To help you decide if you fall into one of those cases, we’ll take a moment to look at things from the attacker’s perspective. What do they need to mount the attack against different types of devices? Suppose those needs are met, is it likely that there are easier ways to achieve the same ends? If the answer is “yes,” there seems to be little point in defending yourself from these attacks. (Rather, focus your efforts on those easier attack methods!)

Software Fault Injection: Crucially, to run the new attacks on OpenSSL an adversary must be able to perform a fault injection resulting in skipping a very specific instruction. Now, fault injections come in many flavors and result in many types of faults. If the attacker has a method on your device to trigger the particular fault used in the new attacks using a software-based method, then you can be almost sure that there will be cheaper and more reliable methods for them to gain root access to the device.

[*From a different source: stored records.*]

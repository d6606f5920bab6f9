"""Matplotlib helpers for the ridge path, the spectrum and the interpolation threshold.

Every helper has the signature ``plot_x(result, ax=None, **style) -> Artists``:
it draws on ``ax`` (a new Agg-backed figure when ``None``; pyplot is never
used), and returns an :class:`Artists` record holding the drawn artists by name
and the exact data drawn (:class:`Trace` rows), so that a figure can be saved
as the CSV of what it shows (:func:`paths.figures.save_figure`) and tests can
read the lines back.

The helpers take a :class:`paths.path.RidgePath` or plain mappings and arrays
(a ``summary.json`` record, a ``threshold.csv`` table as a DataFrame or a dict
of columns), and draw whatever is present, skipping what is absent.

Penalty convention on every axis: minimize ``||y - b0 - X beta||^2 +
lambda ||beta||^2`` with ``X`` centered (and standardized when so fitted); the
x axes say so in short (:data:`CONVENTION_SHORT`).

Colours are the colour-blind-safe palette of Okabe & Ito (2008), each paired
with its own line style so that the curves stay distinct in greyscale.

References
----------
Okabe, M. and Ito, K. (2008). Color Universal Design (CUD): how to make figures
and presentations that are friendly to colorblind people. J*Fly, jfly.uni-koeln.de/color.

Marchenko, V. A. and Pastur, L. A. (1967). Distribution of eigenvalues for some
sets of random matrices. *Math. USSR-Sbornik* 1, 457–483.
"""
from __future__ import annotations

from dataclasses import dataclass, field
from typing import Any, Mapping

import numpy as np

from paths.core.algebra import fractions, penalized_df
from paths.data.validation import InputError

__all__ = [
    "OKABE_ITO", "STYLES", "RULE_LABELS", "CONVENTION_SHORT", "Trace", "Artists",
    "RULE_FAMILIES", "rule_family", "selections_of", "theory_of", "marchenko_pastur_density",
    "plot_coef_path", "plot_errors", "plot_rule_strip", "interpolation_ratio", "theory_applies",
    "power_of_ten", "unicode_log_ticks", "plot_shrinkage", "plot_spectrum", "plot_reml_profile",
    "plot_variance_share", "plot_threshold", "plot_training_law", "plot_bias_variance",
    "plot_target_penalties",
]

#: Okabe & Ito (2008) colour-blind-safe palette.
OKABE_ITO = {
    "black": "#000000", "orange": "#E69F00", "sky_blue": "#56B4E9",
    "bluish_green": "#009E73", "yellow": "#F0E442", "blue": "#0072B2",
    "vermillion": "#D55E00", "reddish_purple": "#CC79A7",
}
_C = OKABE_ITO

Moreover, once they have root there are likely easier, more reliable, and cheaper methods to access its sensitive data. So, there seems to be little point in defending against the attacks in such cases.

PCs & Laptops: Realistically, for the vast majority of target devices and vulnerable implementations triggering the type of fault required for the new attacks can only be triggered when given prolonged physical access to the target device while using very specialized (and often expensive) attack hardware.

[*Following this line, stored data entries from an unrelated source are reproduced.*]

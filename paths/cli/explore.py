"""``paths explore``: the whole path of one dataset, printed and written to a folder."""
from __future__ import annotations

import sys
from enum import Enum
from pathlib import Path

import typer
from rich.table import Table

from paths.workflows.analysis import (explore, load_data, parse_relative_penalties, read_groups,
                                      read_weights)
from paths.data.validation import check_rows_for_cv
from paths.cli.app import command, console, emit_summary, stdin_file


class Solver(str, Enum):
    auto = "auto"
    svd = "svd"
    gram = "gram"


class Encode(str, Enum):
    none = "none"
    onehot = "onehot"


class DropMissing(str, Enum):
    rows = "rows"
    columns = "columns"


class Folds(str, Enum):
    shuffled = "shuffled"
    blocked = "blocked"


class CVScaling(str, Enum):
    global_ = "global"
    per_fold = "per-fold"


class IntervalMethod(str, Enum):
    jackknife_plus = "jackknife+"
    cv_plus = "cv+"
    split = "split"


class Engine(str, Enum):
    memory = "memory"
    stream = "stream"
    dask = "dask"


def _fmt_or(v, fmt="{:.4g}") -> str:
    return "n/a" if v is None else fmt.format(float(v))


def print_rules(run) -> None:
    """The selection rules side by side; the reported choice is marked with ``*``."""
    s = run.summary
    targets = s.get("targets") or [None]
    for name in targets:
        sel_all = s["selected"] if name is None else s["by_target"][name]["selected"]
        title = "penalty choice, every rule (* = reported)" + (
            "" if name is None else f" (target {name})")
        t = Table(title=title, title_justify="left")
        for col in ("rule", "lambda", "df", "fraction", "est. MSE", "SE", "from"):
            t.add_column(col, justify="left" if col in ("rule", "from") else "right",
                         no_wrap=True)
        notes = []
        for rule, sel in sel_all.items():
            if rule == "test" or "fraction" not in sel:
                continue
            mark = "* " if rule == s.get("reported") else "  "
            t.add_row(mark + rule, _fmt_or(sel["lambda"]), _fmt_or(sel["df"], "{:.2f}"),
                      _fmt_or(sel["fraction"], "{:.3f}"), _fmt_or(sel["est_mse"]),
                      _fmt_or(sel["est_se"]), sel.get("est_source") or "")
            if sel.get("note"):
                notes.append(f"  {rule}: {sel['note']}")
        console.print(t)
        for line in notes:
            console.print(line, markup=False, soft_wrap=True)
    nv = s.get("noise_variance")
    if nv:
        val = nv["value"]
        shown = ", ".join(f"{v:.4g}" for v in val) if isinstance(val, list) else f"{val:.4g}"
        console.print(f"noise variance {shown}  ({nv['formula']}; {nv['reference']})",
                      markup=False)


def print_intervals(run) -> None:
    """One line per target: the prediction intervals' level, method, coverage and width."""
    rec = run.summary.get("intervals")
    if not rec:
        return
    cov, wid = rec["coverage"], rec["mean_width"]
    cov, wid = (cov, wid) if isinstance(cov, list) else ([cov], [wid])
    for j, name in enumerate(run.summary.get("targets") or [None]):
        console.print(f"prediction intervals{'' if name is None else f' ({name})'}: level "
                      f"{rec['level']:g}, {rec['method']}, coverage on {rec['n_test']} test rows "
                      f"{cov[j]:.3f}, mean width {wid[j]:.4g}; {rec['guarantee']}", markup=False)


def _fmt(v) -> str:
    return "n/a" if v is None else f"{float(v):.4g}"


def print_summary(run) -> None:
    """The compact console summary of an explore run."""
    r, s = run.result, run.summary
    t = Table(title="ridge path (minimize ||y - b0 - X beta||^2 + lambda ||beta||^2)",
              show_header=False, title_justify="left")
    t.add_column("quantity")
    t.add_column("value")
    t.add_row("samples x features", f"{r.n_samples} x {r.n_features}  (p/n = {s['p_over_n']:.3g})")
    if r.n_test:
        t.add_row("test rows", str(r.n_test))
    t.add_row("rank / condition number", f"{r.rank} / {r.condition_number:.3g}")
    t.add_row("solver", f"{r.solver} ({r.solver_reason})")
    t.add_row("scaling", "standardized (population SD)" if r.standardize else "centered only")
    console.print(t)
    targets = s.get("targets") or [None]
    for j, name in enumerate(targets):  # one table per target (several with --target a --target b)
        sel_all = s["selected"] if name is None else s["by_target"][name]["selected"]
        mn = s["min_norm"] if name is None else s["by_target"][name]["min_norm"]

        def at(vals, i=None):
            if vals is None:
                return None
            v = vals if i is None else vals[i]
            return v if name is None or not isinstance(v, list) else v[j]

        title = "choices and errors" + ("" if name is None else f" (target {name})")
        c = Table(title=title, title_justify="left")
        for col in ("fit", "lambda", "df", "train MSE", "GCV", "LOO MSE", "test MSE"):
            c.add_column(col, justify="right" if col != "fit" else "left")
        for rule, sel in sel_all.items():
            if rule not in ("gcv", "loo", "test"):
                continue  # the other rules: print_rules
            i = sel["index"]
            row = [f"min {rule.upper()}", _fmt(sel["lambda"]), f"{sel['df']:.2f}"]
            for key in ("train_mse", "gcv", "loo_mse", "test_mse"):
                row.append(_fmt(at(s[key], i)))
            c.add_row(*row)
        c.add_row("min-norm (lambda -> 0+)", "0", f"{mn['df']:.0f}", _fmt(at(mn["train_mse"])),
                  _fmt(at(mn["gcv"])), _fmt(at(mn["loo_mse"])), _fmt(at(mn["test_mse"])))
        console.print(c)
    for note in s.get("data_notes", []):
        console.print(f"note: {note}", markup=False)
    console.print(f"wrote {', '.join(f.name for f in run.files)} to {run.out_dir}")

But the truth is, once an adversary gets prolonged physical access to your laptop or PC, there will almost always be cheaper and easier ways for them to access all of its sensitive data. This is especially true if they have the level of resources and sophistication necessary to mount such fault injections. So, for these types of devices it will rarely make practical sense to pay the price to defend against these attacks.

Phones & Tablets: For phones and tablets, the situation may at first seem to be somewhat less clear cut. Modern mobile OSes and hardware actually allow users to lock down their devices much more tightly than is common for PCs and laptops. This would seem to make the new attacks more relevant and worth defending against. However, even with all of those security features enabled and correctly configured, we still keep seeing reliable and easy to use “unlocking” exploits which restore full access to such devices and its data (e.g. those used increasingly often by law enforcement). In fact, even when the adversary does not have access to such an unlocking exploit, they still face the very real hurdle of needing to be able to actually run the vulnerable application, load the keyfile and cause the desired fault at a very precise moment. The required precision is all the more stringent for the adversary in light of the complexity of modern mobile OSes and the comparatively high clock speeds of the device’s CPUs. Worse, it’s not unlikely that failed attempts at fault injection will inadvertently end up crashing the OS, resulting in a reboot. Yet, if the adversary can unlock the device then we’re back to there being better ways to attack the device. Realistically, for the attack to make sense, the adversary will need a way to repeatedly run the target application under very stringent timing constraints despite the device being locked. For this to be both possible and the best attack available seems like a tall order in almost any practical scenario. For phones and tablets it will rarely make sense to pay too high a price for defending against the new attacks.

IoT: Where the new attacks really shine though are against devices that have otherwise been properly hardened against physical attacks, where prolonged physical access by an adversary is a real possibility, and where access to the OS of the device is not available. For this reason, Takahashi and Tibouchi motivate the attacks as being primarily relevant to IoT devices. In fact, even devices where security wasn’t a prominent design goal may inadvertently end up limiting the adversary’s options simply by presenting a very restricted interface to the user. In these types of cases, the new attacks may end up being the best method to extract secrets from the devices and so it starts to make sense to implement countermeasures despite their costs.